RatCreature (
ratcreature) wrote2015-08-15 01:22 pm
organizing ebooks and fanfic
I currently use Calibre to organize my ebooks, and I wonder if it would work out to use it to backup and keep track of the fanfic I downloaded on my tablet as well.
I do not want both mixed up, because the fanfic would totally drown out the books by an order of magnitude, and also the tags I want to use for both are very different. I've seen an option in Calibre to create virtual "libraries", but I wonder whether that is really good for keeping things separate. Has anyone experience with using Calibre for both? Or a better system?
I'm a bit wary to import hundreds of stories into my Calibre Library only to find out it would be a mess I'd have to clean up manually...
I do not want both mixed up, because the fanfic would totally drown out the books by an order of magnitude, and also the tags I want to use for both are very different. I've seen an option in Calibre to create virtual "libraries", but I wonder whether that is really good for keeping things separate. Has anyone experience with using Calibre for both? Or a better system?
I'm a bit wary to import hundreds of stories into my Calibre Library only to find out it would be a mess I'd have to clean up manually...

no subject
I have found that Library button in the meantime and am using that now too, and figured out to use a download plugin to get the meta data, which is also useful for updating WIPs (though the one I downloaded is called FanFicFare). And yeah it is much easier than saving and organizing by hand! I hadn't realized the possibilites for making extra columns though.

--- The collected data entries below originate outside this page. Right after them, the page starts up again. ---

package raster

import (
	"github.com/airbusgeo/godal"

	"context"
	"errors"
	"math"
	"os"
	"path/filepath"
	"slices"
	"strings"
	"testing"

	"bandfold/raster/output"
	"bandfold/tiles/testenv"
)

// patchScene is a change map whose truth is known by construction, on a
// 20 x 16 grid of 10 m pixels in UTM 33N on the central meridian:
//
//   - column 0 is nodata (255);
//   - blob A, 3 pixels (an L), smaller than 4: sieved away;
//   - blob B, 10 pixels (5 x 2): kept;
//   - a diagonal pair of 2-pixel pieces touching at a corner: one 4-pixel
//     patch 8-connected (two 2-pixel ones 4-connected): kept;
//   - blob C, a 4 x 4 square with a 1-pixel hole: kept, the hole filled.
type patchScene struct {
	g          Grid
	flags, top []uint8
	magnitude  []float64
}

const sceneW, sceneH = 20, 16

var (
	blobA    = [][2]int{{3, 2}, {4, 2}, {3, 3}}
	pair     = [][2]int{{3, 8}, {4, 8}, {5, 9}, {6, 9}}
	holeC    = [2]int{13, 10}
	magNoVal = -1.0 // magnitude nodata
)

func blobB() (px [][2]int) {
	for y := 2; y <= 3; y++ {
		for x := 8; x <= 12; x++ {
			px = append(px, [2]int{x, y})
		}
	}
	return px
}

func blobC() (px [][2]int) { // without the hole
	for y := 9; y <= 12; y++ {
		for x := 12; x <= 15; x++ {
			if [2]int{x, y} != holeC {
				px = append(px, [2]int{x, y})
			}
		}
	}
	return px
}

func newPatchScene(t *testing.T, epsg int) patchScene {
	s := patchScene{g: testGrid(t, epsg, sceneW, sceneH, [6]float64{499900, 10, 0, 4600080, 0, -10})}
	n := sceneW * sceneH
	s.flags, s.top, s.magnitude = make([]uint8, n), make([]uint8, n), make([]float64, n)
	set := func(px [][2]int, top uint8, z float64) {
		for _, p := range px {
			i := p[1]*sceneW + p[0]
			s.flags[i], s.top[i], s.magnitude[i] = flagChange, top, z
		}
	}
	set(blobA, 4, 9)
	set(blobB(), 2, 2)
	set(blobB()[:3], 1, 2) // B: 7 pixels of component 2, 3 of component 1
	s.magnitude[2*sceneW+10] = 5
	set(pair, 3, 0)
	s.top[9*sceneW+6] = 1 // pair: 3 pixels of component 3, 1 of component 1
	for i, p := range pair {
		s.magnitude[p[1]*sceneW+p[0]] = float64(i + 1)
	}
	set(blobC(), 1, 3)
	s.magnitude[holeC[1]*sceneW+holeC[0]] = math.NaN() // no data under the hole
	s.magnitude[12*sceneW+15] = magNoVal               // nor in C's corner
	for y := range sceneH {
		s.flags[y*sceneW] = flagNoData
	}
	return s
}

// sieved is the map expected after Sieve(4).
func (s patchScene) sieved() []uint8 {
	out := slices.Clone(s.flags)
	for _, p := range blobA {
		out[p[1]*sceneW+p[0]] = flagNoChange
	}
	out[holeC[1]*sceneW+holeC[0]] = flagChange
	return out
}

func (s patchScene) mask(t *testing.T) *ChangeMask {
	t.Helper()
	m, err := NewMask(s.g)
	if err != nil {
		t.Fatal(err)
	}
	t.Cleanup(func() { m.Close() })
	// Written in two tiles, as workers do.
	h := sceneH / 2
	for _, y := range []int{0, h} {
		if err := m.Write(0, y, sceneW, h, s.flags[y*sceneW:], s.top[y*sceneW:]); err != nil {
			t.Fatal(err)
		}
	}
	return m
}

func (s patchScene) writeMagnitude(t *testing.T, path string) string {
	r := defaultRaster()
	r.w, r.h, r.bands, r.gt, r.nodata = sceneW, sceneH, 1, s.g.GeoTransform, &magNoVal
	r.epsg = 0
	if s.g.Projection != "" {
		r.epsg = utm33
	}
	r.values = func(x, y, _ int) float64 { return s.magnitude[y*sceneW+x] }
	return r.write(t, path)
}

func readMask(t *testing.T, read func(x, y, w, h int, dst []uint8) error) []uint8 {
	t.Helper()
	got := make([]uint8, sceneW*sceneH)
	if err := read(0, 0, sceneW, sceneH, got); err != nil {
		t.Fatal(err)
	}
	return got
}

func TestSieve(t *testing.T) {
	s := newPatchScene(t, utm33)
	tests := []struct {
		name      string
		minPixels int
		want      []uint8
	}{
		{"4 pixels", 4, s.sieved()},
		{"1 pixel copies", 1, s.flags},
		{"0 copies", 0, s.flags},
	}
	for _, tc := range tests {
		t.Run(tc.name, func(t *testing.T) {
			m := s.mask(t)
			if err := m.Sieve(tc.minPixels); err != nil {
				t.Fatal(err)
			}
			if got := readMask(t, m.Read); !slices.Equal(got, tc.want) {
				t.Errorf("sieved map differs at pixel %d: got\n%v\nwant\n%v", firstDiff(got, tc.want), got, tc.want)
			}
			if got := readMask(t, m.ReadRaw); !slices.Equal(got, s.flags) {
				t.Errorf("raw flags changed by the sieve")
			}
		})
	}
	// Sieve(4) kept the pair, which 4-connected is two 2-pixel patches;
	// Sieve(5) removes it: it is one patch of 4 pixels.
	m := s.mask(t)
	if err := m.Sieve(5); err != nil {
		t.Fatal(err)
	}
	got := readMask(t, m.Read)
	for _, p := range pair {
		if got[p[1]*sceneW+p[0]] != flagNoChange {
			t.Errorf("pair pixel %v kept by Sieve(5)", p)
		}
	}
}

func firstDiff(a, b []uint8) int {
	for i := range a {
		if a[i] != b[i] {
			return i
		}
	}
	return -1
}

func TestSieveCancelled(t *testing.T) {
	s := newPatchScene(t, utm33)
	m := s.mask(t)
	ctx, cancel := context.WithCancel(context.Background())
	cancel()
	if err := m.SieveContext(ctx, 4); !errors.Is(err, context.Canceled) {
		t.Fatalf("got %v, want context.Canceled", err)
	}
	if got := readMask(t, m.Read); !slices.Equal(got, s.flags) {
		t.Errorf("a cancelled sieve changed the map that Read returns")
	}
	// The map is still usable.
	if err := m.Sieve(4); err != nil {
		t.Fatal(err)
	}
	if got := readMask(t, m.Read); !slices.Equal(got, s.sieved()) {
		t.Errorf("sieve after a cancelled one differs")
	}
}

func TestMaskWindowErrors(t *testing.T) {
	m := newPatchScene(t, utm33).mask(t)
	buf := make([]uint8, 4)
	for _, tc := range []struct{ x, y, w, h int }{{-1, 0, 2, 2}, {19, 0, 2, 2}, {0, 15, 2, 2}, {0, 0, 3, 2}} {
		if err := m.Write(tc.x, tc.y, tc.w, tc.h, buf, buf); err == nil {
			t.Errorf("Write%v: no error", tc)
		}
		if err := m.Read(tc.x, tc.y, tc.w, tc.h, buf); err == nil {
			t.Errorf("Read%v: no error", tc)
		}
	}
}

// patchRow is a feature read back from a GeoPackage; nil fields are null.
type patchRow struct {
	pixels                      int // polygon area in grid units / pixel area
	areaM2, areaHa, zMean, zMax *float64
	top                         *float64
}

// readPatches reads layer "changes" of a GeoPackage back with GDAL's own
// ogr2ogr (testenv.ReadPolygons), nulls included. Rows are sorted by size;
// crs is the GeoJSON crs name.
func readPatches(t *testing.T, path string) (rows []patchRow, crs string) {
	t.Helper()
	polys, crs := testenv.ReadPolygons(t, path, "changes")
	for _, f := range polys {
		p := f.Properties
		rows = append(rows, patchRow{pixels: int(math.Round(f.Area / 100)),
			areaM2: p["area_m2"], areaHa: p["area_ha"], zMean: p["z_mean"], zMax: p["z_max"], top: p["top_component"]})
	}
	slices.SortFunc(rows, func(a, b patchRow) int { return a.pixels - b.pixels })
	return rows, crs
}

// near reports whether v is set and within tol (relative) of want.
func near(v *float64, want, tol float64) bool {
	return v != nil && math.Abs(*v-want) <= tol*math.Abs(want)
}

func TestPatches(t *testing.T) {
	dir := t.TempDir()
	s := newPatchScene(t, utm33)
	mag := s.writeMagnitude(t, filepath.Join(dir, "magnitude.tif"))
	m := s.mask(t)
	if err := m.Sieve(4); err != nil {
		t.Fatal(err)
	}
	out := filepath.Join(dir, "changes.gpkg")
	sum, err := m.Patches(out, PatchOptions{Magnitude: mag, Overwrite: false})
	if err != nil {
		t.Fatal(err)
	}
	rows, crs := readPatches(t, out)
	// Truth by construction (sorted by size): the pair, B, C with its hole
	// filled. Ground area is grid area / k0² on the central meridian.
	want := []struct {
		pixels      int
		zMean, zMax float64
		top         float64
	}{
		{4, 2.5, 4, 3},  // magnitudes 1..4; 3 pixels of component 3
		{10, 2.3, 5, 2}, // nine 2s and a 5; 7 pixels of component 2
		{16, 3, 3, 1},   // 3s; the hole (NaN) and a nodata pixel left out
	}
	if sum.Count != len(want) || len(rows) != len(want) {
		t.Fatalf("%d patches written, summary says %d, want %d", len(rows), sum.Count, len(want))
	}
	var total float64
	for i, w := range want {
		r := rows[i]
		wantArea := float64(w.pixels) * 100 / (utmK0 * utmK0)
		total += wantArea
		if r.pixels != w.pixels {
			t.Errorf("patch %d: %d pixels, want %d", i, r.pixels, w.pixels)
		}
		if !near(r.areaM2, wantArea, 1e-4) || !near(r.areaHa, wantArea/1e4, 1e-4) {
			t.Errorf("patch %d: area %v m², %v ha, want %g m²", i, deref(r.areaM2), deref(r.areaHa), wantArea)
		}
		if !near(r.zMean, w.zMean, 1e-9) || !near(r.zMax, w.zMax, 0) {
			t.Errorf("patch %d: z mean %v max %v, want %g and %g", i, deref(r.zMean), deref(r.zMax), w.zMean, w.zMax)
		}
		if !near(r.top, w.top, 0) {
			t.Errorf("patch %d: top component %v, want %g", i, deref(r.top), w.top)
		}
	}
	if relErr(sum.AreaM2, total) > 1e-4 {
		t.Errorf("summary area %g m², want %g", sum.AreaM2, total)
	}
	if !strings.HasSuffix(crs, ":32633") {
		t.Errorf("layer CRS %s, want EPSG:32633", crs)
	}
	onlyFiles(t, dir, "changes.gpkg", "magnitude.tif")

	// An existing output is refused without overwrite, replaced with it.
	if _, err := m.Patches(out, PatchOptions{Magnitude: mag, Overwrite: false}); !errors.Is(err, output.ErrExists) {
		t.Errorf("existing output: got %v, want ErrExists", err)
	}
	if _, err := m.Patches(out, PatchOptions{Magnitude: mag, Overwrite: true}); err != nil {
		t.Errorf("overwrite: %v", err)
	}
	onlyFiles(t, dir, "changes.gpkg", "magnitude.tif")
}

func TestPatchesWithoutCRS(t *testing.T) {
	dir := t.TempDir()
	s := newPatchScene(t, 0)
	mag := s.writeMagnitude(t, filepath.Join(dir, "magnitude.tif"))
	m := s.mask(t) // not sieved: the raw map, blob A included
	sum, err := m.Patches(filepath.Join(dir, "changes.gpkg"), PatchOptions{Magnitude: mag, Overwrite: false})
	if err != nil {
		t.Fatal(err)
	}
	rows, _ := readPatches(t, filepath.Join(dir, "changes.gpkg"))
	if sum.Count != 4 || len(rows) != 4 || !math.IsNaN(sum.AreaM2) {
		t.Fatalf("%d patches (summary %+v), want 4 and a NaN area", len(rows), sum)
	}
	for i, r := range rows {
		if r.areaM2 != nil || r.areaHa != nil || r.zMean == nil {
			t.Errorf("patch %d: area %v m², %v ha, z mean %v; want null areas, z set", i, deref(r.areaM2), deref(r.areaHa), deref(r.zMean))
		}
	}
	// Blob A, unsieved; C keeps its hole.
	if rows[0].pixels != 3 || !near(rows[0].zMax, 9, 0) || !near(rows[0].top, 4, 0) || rows[3].pixels != 15 || !near(rows[3].zMean, 3, 1e-9) {
		t.Errorf("patches of the raw map: %+v", rows)
	}
}

func deref(v *float64) any {
	if v == nil {
		return "null"
	}
	return *v
}

func TestPatchesErrorsLeaveNoFiles(t *testing.T) {
	dir := t.TempDir()
	s := newPatchScene(t, utm33)
	other := defaultRaster() // another grid
	otherPath := other.write(t, filepath.Join(dir, "other.tif"))
	m := s.mask(t)
	tests := []struct {
		name, magnitude string
		is              error
	}{
		{"magnitude on another grid", otherPath, ErrGridMismatch},
		{"missing magnitude", filepath.Join(dir, "missing.tif"), ErrNotFound},
	}
	for _, tc := range tests {
		_, err := m.Patches(filepath.Join(dir, "changes.gpkg"), PatchOptions{Magnitude: tc.magnitude, Overwrite: false})
		if !errors.Is(err, tc.is) || !strings.Contains(err.Error(), filepath.Base(tc.magnitude)) || strings.Contains(err.Error(), "\n") {
			t.Errorf("%s: got %v, want %v naming the file", tc.name, err, tc.is)
		}
	}
	onlyFiles(t, dir, "other.tif")
}

// onlyFiles checks that dir holds exactly the named files: no temporary
// file is left behind.
func onlyFiles(t *testing.T, dir string, names ...string) {
	t.Helper()
	entries, err := os.ReadDir(dir)
	if err != nil {
		t.Fatal(err)
	}
	var got []string
	for _, e := range entries {
		got = append(got, e.Name())
	}
	slices.Sort(got)
	slices.Sort(names)
	if !slices.Equal(got, names) {
		t.Errorf("%s holds %v, want %v", dir, got, names)
	}
}

// TestPatchesProvenance: the layer carries the given metadata and every
// polygon the dates in fields of type Date (issue 26; known by
// construction), read back through GDAL: a change map's date_before and
// date_after, a series' date per step; a field without a date is left out,
// and a year alone is 1 January.
func TestPatchesProvenance(t *testing.T) {
	day := func(s string) Date {
		d, ok := ParseDate(s)
		if !ok {
			t.Fatalf("bad test date %q", s)
		}
		return d
	}
	tests := []struct {
		name   string
		o      PatchOptions
		steps  []Date // WriteStepPatches with a map per date; nil: Patches
		want   map[string]string
		absent []string
	}{
		{"change", PatchOptions{Before: day("2001-06-14"), After: day("2013-07-02")}, nil,
			map[string]string{"date_before": "2001-06-14", "date_after": "2013-07-02"}, []string{"dates"}},
		{"change, a year and an unknown date", PatchOptions{Before: day("2001")}, nil,
			map[string]string{"date_before": "2001-01-01"}, []string{"date_after"}},
		{"series", PatchOptions{}, []Date{day("2020-06-16"), day("2020-06-16")},
			map[string]string{"date": "2020-06-16"}, []string{"date_before", "date_after"}},
		{"series without dates", PatchOptions{}, []Date{{}, {}}, nil, []string{"date"}},
	}
	md := map[string]string{"BANDFOLD_BEFORE": "2001-06-14 (a.tif)", "BANDFOLD_CAUTION": "verify before acting"}
	for _, tc := range tests {
		dir := t.TempDir()
		s := newPatchScene(t, utm33)
		o := tc.o
		o.Magnitude, o.Metadata = s.writeMagnitude(t, filepath.Join(dir, "magnitude.tif")), md
		out := filepath.Join(dir, "changes.gpkg")
		var err error
		if tc.steps == nil {
			_, err = s.mask(t).Patches(out, o)
		} else {
			var steps []PatchStep
			for _, d := range tc.steps {
				steps = append(steps, PatchStep{Mask: s.mask(t), Band: 1, Date: d})
			}
			_, err = WriteStepPatches(out, o, steps)
		}
		if err != nil {
			t.Fatal(err)
		}
		checkPatchDates(t, tc.name, out, md, tc.want, tc.absent)
	}
}

// checkPatchDates checks the layer metadata md and, on every feature, the
// Date fields of want and that the fields absent do not exist.
func checkPatchDates(t *testing.T, name, path string, md, want map[string]string, absent []string) {
	t.Helper()
	ds, err := godal.Open(path, godal.VectorOnly())
	if err != nil {
		t.Fatal(err)
	}
	defer ds.Close()
	layer := ds.Layers()[0]
	got := layer.Metadatas()
	for k, v := range md {
		if got[k] != v {
			t.Errorf("%s: layer metadata %s = %q, want %q", name, k, got[k], v)
		}
	}
	n := 0
	for f := layer.NextFeature(); f != nil; f = layer.NextFeature() {
		fields := f.Fields()
		for k, v := range want {
			fd, ok := fields[k]
			if !ok || fd.Type() != godal.FTDate || fd.DateTime() == nil || fd.DateTime().Format("2006-01-02") != v {
				t.Errorf("%s: field %s is %v (type %v), want the Date %s", name, k, fd.DateTime(), fd.Type(), v)
			}
		}
		for _, k := range absent {
			if _, ok := fields[k]; ok {
				t.Errorf("%s: field %s should not exist", name, k)
			}
		}
		f.Close()
		n++
	}
	if n == 0 {
		t.Errorf("%s: no patches", name)
	}
}

// Patches of a sieved map use its raw band as scratch: the sieved map still
// reads as before, and changing or re-sieving the map is refused. Truth by
// construction: the sieved map read before Patches.
func TestPatchesLeaveTheMapFinal(t *testing.T) {
	dir := t.TempDir()
	s := newPatchScene(t, utm33)
	mag := s.writeMagnitude(t, filepath.Join(dir, "magnitude.tif"))
	m := s.mask(t)
	if err := m.Sieve(4); err != nil {
		t.Fatal(err)
	}
	before := make([]uint8, sceneW*sceneH)
	if err := m.Read(0, 0, sceneW, sceneH, before); err != nil {
		t.Fatal(err)
	}
	if _, err := m.Patches(filepath.Join(dir, "changes.gpkg"), PatchOptions{Magnitude: mag}); err != nil {
		t.Fatal(err)
	}
	after := make([]uint8, sceneW*sceneH)
	if err := m.Read(0, 0, sceneW, sceneH, after); err != nil {
		t.Fatal(err)
	}
	if !slices.Equal(before, after) {
		t.Error("Patches changed the sieved map")
	}
	raw := make([]uint8, sceneW*sceneH)
	for name, err := range map[string]error{
		"Write":     m.Write(0, 0, sceneW, sceneH, s.flags, s.top),
		"SetMapped": m.SetMapped(0, 0, sceneW, sceneH, s.flags),
		"Sieve":     m.Sieve(4),
		"ReadRaw":   m.ReadRaw(0, 0, sceneW, sceneH, raw),
	} {
		if !errors.Is(err, errFinal) {
			t.Errorf("%s after Patches: %v, want %v", name, err, errFinal)
		}
	}
}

Too often in the last years since social bookmarking I've just bookmarked stuff without saving, because I am actually not a big re-reader (whether original or fanfic), but every now and then I do, and then find out that an awesome fic has vanished. And sometimes I loose stuff even though I was sure I had it saved. Just now as I imported fanfic into Calibre I found out I accidentally saved some sort of server error document instead of the fic for one WIP a while ago, and when I checked again the author has not just discontinued but pulled the thing. Even though unfinished the worldbuilding was so awesome, that it had totally been worth reading. I don't understand this impulse to delete stuff. :(
To hear that Calibre is sometimes loosing books is disturbing. How do you even notice a file goes missing?! Unfortunately I can't even use the newest Calibre since the 2.x versions of Calibre won't run with the versions of the necessary system libraries on my Linux distro (still using Ubuntu 12 longterm support version on my laptop rather than the newest Ubuntu 14), so I'm stuck on Calibre 1.45 as the newest I can install manually (the version that comes pre-packaged with my distro is even further behind). Though I'm planning on getting a new laptop soon, and to install a newer Ubuntu, so maybe the newer Calibre will run on that.
no subject
I've never understood the urge to pull fic either. That and a flaky internet connection is why I started saving things. If you have the link, archive.org can really help.
It bemuses me that fanfic authors think they should have more privileges than published authors. Can authors who sell books pull those books from people's shelves on demand? No. But apparently many fanfic authors think they should be able to not only control whether their work is published but also control the behavior of anyone who has copies (all of those authors who pull their fic and ask others to stop reccing or spreading it).
no subject
I think how people conceptualize fanfic isn't uniform. Like, some see it as a more ephemeral thing than published fic, more like oral conversations rather than print. Which I can kind of see if it's your not!fic chat that used to be in some meme comments, but not quite as much with fic that you uploaded to an archive. And I kind of get not wanting old or unfinished stuff that now embarrasses you or whatever to still be showcased, but otoh every fanfic *reader* understands how much it sucks to loose your favorite fic, so the authors know that yanking their stuff will do that to others, and it's not like people are just going to forget you stopped updating that awesome WIP they liked, and will like you better for vanishing what was there on top of it.